Brief:
Nothing but the lines from the start of the records below through the line that has "export const contractProfile" should appear, each exactly as given.

(Stored data)
________________________________________
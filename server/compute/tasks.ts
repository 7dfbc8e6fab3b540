// The CPU-heavy work a request or a job waits for, as plain functions of cloneable data. They run
// in the compute pool's worker threads (server/compute/pool.ts), so the web process's event loop
// stays free; never call them directly from a route or service, call the pool's functions instead.
import { computeProfile, forwardVoltage, perUnitCircuit, type CircuitSpec, type DeviceModel, type MeasuredForwardVoltages } from '../../shared/engine';
import { EngineInputError } from '../../shared/engine/errors';
import { planBatchMatching, type PlanInput } from '../../shared/matching/batch';
import { DomainError, invalid } from '../errors';
import { renderInvoice, type InvoiceDocument } from '../pdf/invoice';
import { renderAddressLabel, renderSerialLabels, type AddressLabelInput, type SerialLabelInput } from '../pdf/labels';
import { renderPackingSlip, type SlipInput } from '../pdf/packing-slip';
import { renderSpecSheet } from '../pdf/spec-sheet';
import type { SpecSheetData } from '../pdf/spec-sheet-data';
import { computeDesign } from '../services/engine/designs';
import { computeContractProfile } from '../services/engine/profiles';
import { analyseWav } from '../services/production/capture';
import { zipArchive } from '../services/spec-sheets/zip';
import { nominalBand, sheetProfile, type NominalBand } from '../services/spec-sheets/sheet-profile';

/** A task's answer: its value, or a DomainError as data (a class does not survive the thread boundary). */
export type Outcome<T> = { ok: true; value: T } | { ok: false; error: { status: number; code: string; message: string; fields?: Record<string, string> } };

async function outcome<T>(work: () => T | Promise<T>): Promise<Outcome<T>> {
  try {
    return { ok: true, value: await work() };
  } catch (error) {
    if (error instanceof DomainError) return { ok: false, error: { status: error.status, code: error.code, message: error.message, fields: error.fields } };
    throw error;
  }
}

/** POST /api/profiles: one operating point per the engine's contract (400/422 as DomainErrors). */
export const contractProfile = (body: unknown) => outcome(() => computeContractProfile(body));

/** The option's nominal P5–P95 band (Monte Carlo): the slowest part of a spec sheet. */
export const sheetBand = (a: { spec: CircuitSpec; points: number; draws: number }) => outcome(() => nominalBand(a.spec, a.points, a.draws));

/** The unit's own profile for its spec sheet. */
export const specSheetProfile = (a: { spec: CircuitSpec; measured: MeasuredForwardVoltages | null; band: NominalBand | null }) =>
  outcome(() => sheetProfile(a.spec, a.measured, a.band));

/** The spec sheet's PDF bytes. */
export const specSheetPdf = (data: SpecSheetData) => outcome(async () => new Uint8Array(await renderSpecSheet(data)));

/** A batch archive's zip bytes (entries' bytes arrive as plain Uint8Arrays). */
export const zipEntries = (entries: { name: string; data: Uint8Array; date: Date }[]) =>
  outcome(async () => new Uint8Array(await zipArchive(entries.map((e) => ({ ...e, data: Buffer.from(e.data.buffer, e.data.byteOffset, e.data.byteLength) })))));

/** An invoice's or credit note's PDF bytes. */
export const invoicePdf = (input: InvoiceDocument) => outcome(async () => new Uint8Array(await renderInvoice(input)));

/** The packing slip's PDF bytes. */
export const packingSlipPdf = (input: SlipInput) => outcome(async () => new Uint8Array(await renderPackingSlip(input)));

/** The parcel's address label PDF (4 × 6 in or A6) with the order number's barcode. */
export const addressLabelPdf = (input: AddressLabelInput) => outcome(async () => new Uint8Array(await renderAddressLabel(input)));

/** A sheet of serial labels with each unit's /verify QR code. */
export const serialLabelsPdf = (input: SerialLabelInput) => outcome(async () => new Uint8Array(await renderSerialLabels(input)));

/** A bench capture: the WAV decoded and its test tone's harmonics read (both heavy for a long capture). */
export const wavCapture = (file: { buffer: Uint8Array; size: number; originalname: string }) =>
  // The bytes arrive as a plain Uint8Array (a Buffer's class does not cross threads).
  outcome(() => analyseWav({ ...file, buffer: Buffer.from(file.buffer.buffer, file.buffer.byteOffset, file.buffer.byteLength) }));

export interface UnitPredictionInput {
  spec: CircuitSpec;
  /** Each string's devices in order, with the measured Vf where one was taken (else null: nominal). */
  devices: { side: 'positive' | 'negative'; model: DeviceModel; measuredVf: number | null }[];
  testCurrentA: number;
}

/** A unit's predicted profile: IS refitted from its measured Vf (N kept), then the full profile. */
export const unitPrediction = ({ spec, devices, testCurrentA }: UnitPredictionInput) => outcome(() => {
  const vf = (side: 'positive' | 'negative') => devices.filter((d) => d.side === side).map((d) => d.measuredVf ?? forwardVoltage(d.model, testCurrentA));
  try {
    const circuit = perUnitCircuit(spec, { positive: vf('positive'), negative: vf('negative'), testCurrentA });
    const profile = computeProfile(circuit, { sweepPoints: 13, transferPoints: 2 });
    const s = profile.reference.spectrum;
    return {
      thdPercent: s.thdF * 100,
      thdRPercent: s.thdR * 100,
      referenceDrive: profile.reference.drive,
      harmonics: s.harmonics.map((h) => ({ order: h.order, dbc: h.dbc })),
      sweep: profile.sweep.map((p) => ({ drive: p.drive, thdPercent: p.thdF * 100 })),
    };
  } catch (error) {
    if (error instanceof EngineInputError) throw invalid(`The profile cannot be computed: ${error.message}`, { readings: error.message });
    throw error;
  }
});

/** A batch's device matching from its trays (shared/matching/batch.ts): engine solves for every cross pair and baseline. */
export const batchMatching = (input: PlanInput) => outcome(() => planBatchMatching(input));

/**
 * The option designer's search (POST /api/designs/search). `stop` is a flag shared with the caller (an
 * Int32Array over a SharedArrayBuffer): set to 1, the search ends at the next candidate with `cancelled`.
 */
export const designSearch = (a: { body: unknown; stop: Int32Array }) => outcome(() => computeDesign(a.body, () => Atomics.load(a.stop, 0) !== 0));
________________________________________
Response to the task:
filename server/compute/tasks.ts
repository 7dfbc8e6fab3b540
// The CPU-heavy work a request or a job waits for, as plain functions of cloneable data. They run
// in the compute pool's worker threads (server/compute/pool.ts), so the web process's event loop
// stays free; never call them directly from a route or service, call the pool's functions instead.
import { computeProfile, forwardVoltage, perUnitCircuit, type CircuitSpec, type DeviceModel, type MeasuredForwardVoltages } from '../../shared/engine';
import { EngineInputError } from '../../shared/engine/errors';
import { planBatchMatching, type PlanInput } from '../../shared/matching/batch';
import { DomainError, invalid } from '../errors';
import { renderInvoice, type InvoiceDocument } from '../pdf/invoice';
import { renderAddressLabel, renderSerialLabels, type AddressLabelInput, type SerialLabelInput } from '../pdf/labels';
import { renderPackingSlip, type SlipInput } from '../pdf/packing-slip';
import { renderSpecSheet } from '../pdf/spec-sheet';
import type { SpecSheetData } from '../pdf/spec-sheet-data';
import { computeDesign } from '../services/engine/designs';
import { computeContractProfile } from '../services/engine/profiles';
import { analyseWav } from '../services/production/capture';
import { zipArchive } from '../services/spec-sheets/zip';
import { nominalBand, sheetProfile, type NominalBand } from '../services/spec-sheets/sheet-profile';

/** A task's answer: its value, or a DomainError as data (a class does not survive the thread boundary). */
export type Outcome<T> = { ok: true; value: T } | { ok: false; error: { status: number; code: string; message: string; fields?: Record<string, string> } };

async function outcome<T>(work: () => T | Promise<T>): Promise<Outcome<T>> {
  try {
    return { ok: true, value: await work() };
  } catch (error) {
    if (error instanceof DomainError) return { ok: false, error: { status: error.status, code: error.code, message: error.message, fields: error.fields } };
    throw error;
  }
}

/** POST /api/profiles: one operating point per the engine's contract (400/422 as DomainErrors). */
export const contractProfile = (body: unknown) => outcome(() => computeContractProfile(body));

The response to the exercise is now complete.